→ WORK INSTRUCTIONS: Word for word, set down the entries that follow.
[Opening MATERIAL FOR THIS TASK section]
"""Monte Carlo on a real Dask cluster: a scheduler and two workers on loopback, as processes.

The cluster is started with Dask's own `dask scheduler` and `dask worker` commands, exactly
as the README tells a team to start one, and stopped by the fixture. Kept to one cluster and a
few quick runs so CI stays short.
"""

import shutil
import socket
import subprocess
import sys
import time
from pathlib import Path

import numpy as np
import pytest

distributed = pytest.importorskip("distributed")

from gainboard.app.cli import main  # noqa: E402
from gainboard.core import (  # noqa: E402
    AnalysisError,
    DesignSpecs,
    parse_plant_family_text,
    plan_monte_carlo,
    run_monte_carlo,
    run_monte_carlo_on_dask,
)

from test_robustness import CUBIC_FAMILY, CUBIC_GAIN  # noqa: E402


def _free_port() -> int:
    with socket.socket() as probe:
        probe.bind(("127.0.0.1", 0))
        return probe.getsockname()[1]


def _dask_command() -> list[str]:
    found = shutil.which("dask", path=str(Path(sys.executable).parent)) or shutil.which("dask")
    return [found] if found else [sys.executable, "-m", "dask"]


@pytest.fixture(scope="module")
def loopback_cluster():
    """A scheduler and two single-threaded worker processes on 127.0.0.1; stopped afterwards."""
    port = _free_port()
    address = f"tcp://127.0.0.1:{port}"
    quiet = {"stdout": subprocess.DEVNULL, "stderr": subprocess.DEVNULL}
    processes = [subprocess.Popen([*_dask_command(), "scheduler", "--host", "127.0.0.1", "--port", str(port),
                                   "--no-dashboard"], **quiet)]
    try:
        for _ in range(2):
            processes.append(subprocess.Popen([*_dask_command(), "worker", address, "--nthreads", "1",
                                               "--nworkers", "1", "--no-dashboard", "--host", "127.0.0.1"], **quiet))
        with distributed.Client(address, timeout="30s") as client:
            client.wait_for_workers(2, timeout=60)
        yield address
    finally:
        for process in reversed(processes):
            process.terminate()
        for process in processes:
            try:
                process.wait(timeout=20)
            except subprocess.TimeoutExpired:
                process.kill()


def _assert_identical(first, second):
    assert first.stable == second.stable
    assert first.spec_pass == second.spec_pass
    assert first.worst == second.worst
    assert first.failed_samples == second.failed_samples and first.failed_examples == second.failed_examples
    assert first.on_boundary == second.on_boundary
    np.testing.assert_array_equal(first.poles, second.poles)


def test_cluster_and_in_process_runs_agree_bit_for_bit(loopback_cluster):
    family = parse_plant_family_text(CUBIC_FAMILY.replace('["g"]', '["sqrt(g) * g / sqrt(g)"]'))
    plan = plan_monte_carlo(family, CUBIC_GAIN, samples=12_000, seed=31, chunk_size=1000, keep_poles=3000,
                            specs=DesignSpecs(min_damping_ratio=0.2, min_gain_margin_db=3.0), include_margins=True)
    here = run_monte_carlo(plan)
    seen = []
    there = run_monte_carlo_on_dask(plan, loopback_cluster, progress=lambda done, total: seen.append(done))
    _assert_identical(here, there)
    assert here.failed_samples > 0  # sqrt of a negative g: the failure path crosses the wire too
    assert sorted(seen)[-1] == 12_000 and len(seen) == plan.chunk_count


def test_the_command_uses_an_existing_scheduler(loopback_cluster, tmp_path, capsys):
    plant = tmp_path / "cubic.toml"
    plant.write_text(CUBIC_FAMILY)
    argv = ["robustness", str(plant), "--gain", "[[1, 0, 0]]", "--samples", "20000", "--seed", "4", "--json"]
    assert main(argv + ["--scheduler", loopback_cluster]) in (0, 1)
    on_cluster = capsys.readouterr().out
    assert main(argv) in (0, 1)
    in_process = capsys.readouterr().out
    import json

    first, second = json.loads(on_cluster), json.loads(in_process)
    first.pop("executed_on"), second.pop("executed_on")
    assert first == second


def test_the_workbench_setting_samples_on_the_named_scheduler(loopback_cluster):
    from gainboard.app.robustness_state import RobustnessState
    from gainboard.app.state import DesignState, plant_from_reference
    from gainboard.core import assign_poles, margins_needed

    plant, label, text = plant_from_reference("cart_pendulum")
    design = DesignState(plant, plant_label=label, plant_text=text)
    design.set_gain(assign_poles(plant, [-3 + 2j, -3 - 2j, -4, -5]).gain)
    robust = RobustnessState(design)
    robust.param.update(samples=6000, seed=3, scheduler=loopback_cluster)
    assert robust.start_sampling()
    robust.wait(120)
    assert robust.message == "" and robust.result is not None
    plan = plan_monte_carlo(robust.family, design.gain, samples=6000, seed=3, specs=design.specs,
                            include_margins=margins_needed(design.specs), keep_poles=10_000)
    _assert_identical(robust.result, run_monte_carlo(plan))


def test_an_unreachable_scheduler_is_reported_with_what_to_do():
    family = parse_plant_family_text(CUBIC_FAMILY)
    plan = plan_monte_carlo(family, CUBIC_GAIN, samples=100, seed=1)
    started = time.perf_counter()
    with pytest.raises(AnalysisError, match=r"cannot reach the Dask scheduler .*dask scheduler"):
        run_monte_carlo_on_dask(plan, f"tcp://127.0.0.1:{_free_port()}", connect_timeout=2.0)
    assert time.perf_counter() - started < 60


def test_a_long_run_starts_a_local_cluster_of_worker_processes_and_gives_the_same_figures(monkeypatch):
    import gainboard.core._distributed as distributed_runs

    family = parse_plant_family_text(CUBIC_FAMILY)
    plan = plan_monte_carlo(family, CUBIC_GAIN, samples=8000, seed=12, chunk_size=1000)
    # every run counts as long here, so the local cluster (one worker process per core) starts and stops
    monkeypatch.setattr(distributed_runs, "IN_PROCESS_SECONDS", 0.0)
    result, where = distributed_runs.run_monte_carlo_where_fastest(plan)
    import os

    if (os.cpu_count() or 1) > 1:
        assert where.startswith("local cluster of")
    _assert_identical(result, run_monte_carlo(plan))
[Closing MATERIAL FOR THIS TASK section]
→ OUTPUT BELOW:
"""Monte Carlo on a real Dask cluster: a scheduler and two workers on loopback, as processes.

The cluster is started with Dask's own `dask scheduler` and `dask worker` commands, exactly
as the README tells a team to start one, and stopped by the fixture. Kept to one cluster and a
few quick runs so CI stays short.
"""

import shutil
import socket
import subprocess
import sys
import time
from pathlib import Path

import numpy as np
import pytest

distributed = pytest.importorskip("distributed")

from gainboard.app.cli import main  # noqa: E402
from gainboard.core import (  # noqa: E402
    AnalysisError,
    DesignSpecs,
    parse_plant_family_text,
    plan_monte_carlo,
    run_monte_carlo,
    run_monte_carlo_on_dask,
)

from test_robustness import CUBIC_FAMILY, CUBIC_GAIN  # noqa: E402


def _free_port() -> int:
    with socket.socket() as probe:
        probe.bind(("127.0.0.1", 0))
        return probe.getsockname()[1]


def _dask_command() -> list[str]:
    found = shutil.which("dask", path=str(Path(sys.executable).parent)) or shutil.which("dask")
    return [found] if found else [sys.executable, "-m", "dask"]


@pytest.fixture(scope="module")
def loopback_cluster():
    """A scheduler and two single-threaded worker processes on 127.0.0.1; stopped afterwards."""
    port = _free_port()
    address = f"tcp://127.0.0.1:{port}"
    quiet = {"stdout": subprocess.DEVNULL, "stderr": subprocess.DEVNULL}
    processes = [subprocess.Popen([*_dask_command(), "scheduler", "--host", "127.0.0.1", "--port", str(port),
                                   "--no-dashboard"], **quiet)]
    try:
        for _ in range(2):
            processes.append(subprocess.Popen([*_dask_command(), "worker", address, "--nthreads", "1",
                                               "--nworkers", "1", "--no-dashboard", "--host", "127.0.0.1"], **quiet))
        with distributed.Client(address, timeout="30s") as client:
            client.wait_for_workers(2, timeout=60)
        yield address
    finally:
        for process in reversed(processes):
            process.terminate()
        for process in processes:
            try:
                process.wait(timeout=20)
            except subprocess.TimeoutExpired:
                process.kill()


def _assert_identical(first, second):
    assert first.stable == second.stable
    assert first.spec_pass == second.spec_pass
    assert first.worst == second.worst
    assert first.failed_samples == second.failed_samples and first.failed_examples == second.failed_examples
    assert first.on_boundary == second.on_boundary
    np.testing.assert_array_equal(first.poles, second.poles)


def test_cluster_and_in_process_runs_agree_bit_for_bit(loopback_cluster):
    family = parse_plant_family_text(CUBIC_FAMILY.replace('["g"]', '["sqrt(g) * g / sqrt(g)"]'))
    plan = plan_monte_carlo(family, CUBIC_GAIN, samples=12_000, seed=31, chunk_size=1000, keep_poles=3000,
                            specs=DesignSpecs(min_damping_ratio=0.2, min_gain_margin_db=3.0), include_margins=True)
    here = run_monte_carlo(plan)
    seen = []
    there = run_monte_carlo_on_dask(plan, loopback_cluster, progress=lambda done, total: seen.append(done))
    _assert_identical(here, there)
    assert here.failed_samples > 0  # sqrt of a negative g: the failure path crosses the wire too
    assert sorted(seen)[-1] == 12_000 and len(seen) == plan.chunk_count


def test_the_command_uses_an_existing_scheduler(loopback_cluster, tmp_path, capsys):
    plant = tmp_path / "cubic.toml"
    plant.write_text(CUBIC_FAMILY)
    argv = ["robustness", str(plant), "--gain", "[[1, 0, 0]]", "--samples", "20000", "--seed", "4", "--json"]
    assert main(argv + ["--scheduler", loopback_cluster]) in (0, 1)
    on_cluster = capsys.readouterr().out
    assert main(argv) in (0, 1)
    in_process = capsys.readouterr().out
    import json

    first, second = json.loads(on_cluster), json.loads(in_process)
    first.pop("executed_on"), second.pop("executed_on")
    assert first == second


def test_the_workbench_setting_samples_on_the_named_scheduler(loopback_cluster):
    from gainboard.app.robustness_state import RobustnessState
    from gainboard.app.state import DesignState, plant_from_reference
    from gainboard.core import assign_poles, margins_needed

    plant, label, text = plant_from_reference("cart_pendulum")
    design = DesignState(plant, plant_label=label, plant_text=text)
    design.set_gain(assign_poles(plant, [-3 + 2j, -3 - 2j, -4, -5]).gain)
    robust = RobustnessState(design)
    robust.param.update(samples=6000, seed=3, scheduler=loopback_cluster)
    assert robust.start_sampling()
    robust.wait(120)
    assert robust.message == "" and robust.result is not None
    plan = plan_monte_carlo(robust.family, design.gain, samples=6000, seed=3, specs=design.specs,
                            include_margins=margins_needed(design.specs), keep_poles=10_000)
    _assert_identical(robust.result, run_monte_carlo(plan))


def test_an_unreachable_scheduler_is_reported_with_what_to_do():
    family = parse_plant_family_text(CUBIC_FAMILY)
    plan = plan_monte_carlo(family, CUBIC_GAIN, samples=100, seed=1)
    started = time.perf_counter()
    with pytest.raises(AnalysisError, match=r"cannot reach the Dask scheduler .*dask scheduler"):
        run_monte_carlo_on_dask(plan, f"tcp://127.0.0.1:{_free_port()}", connect_timeout=2.0)
    assert time.perf_counter() - started < 60


def test_a_long_run_starts_a_local_cluster_of_worker_processes_and_gives_the_same_figures(monkeypatch):
    import gainboard.core._distributed as distributed_runs

    family = parse_plant_family_text(CUBIC_FAMILY)
    plan = plan_monte_carlo(family, CUBIC_GAIN, samples=8000, seed=12, chunk_size=1000)
    # every run counts as long here, so the local cluster (one worker process per core) starts and stops
    monkeypatch.setattr(distributed_runs, "IN_PROCESS_SECONDS", 0.0)
    result, where = distributed_runs.run_monte_carlo_where_fastest(plan)
    import os

    if (os.cpu_count() or 1) > 1:
        assert where.startswith("local cluster of")
    _assert_identical(result, run_monte_carlo(plan))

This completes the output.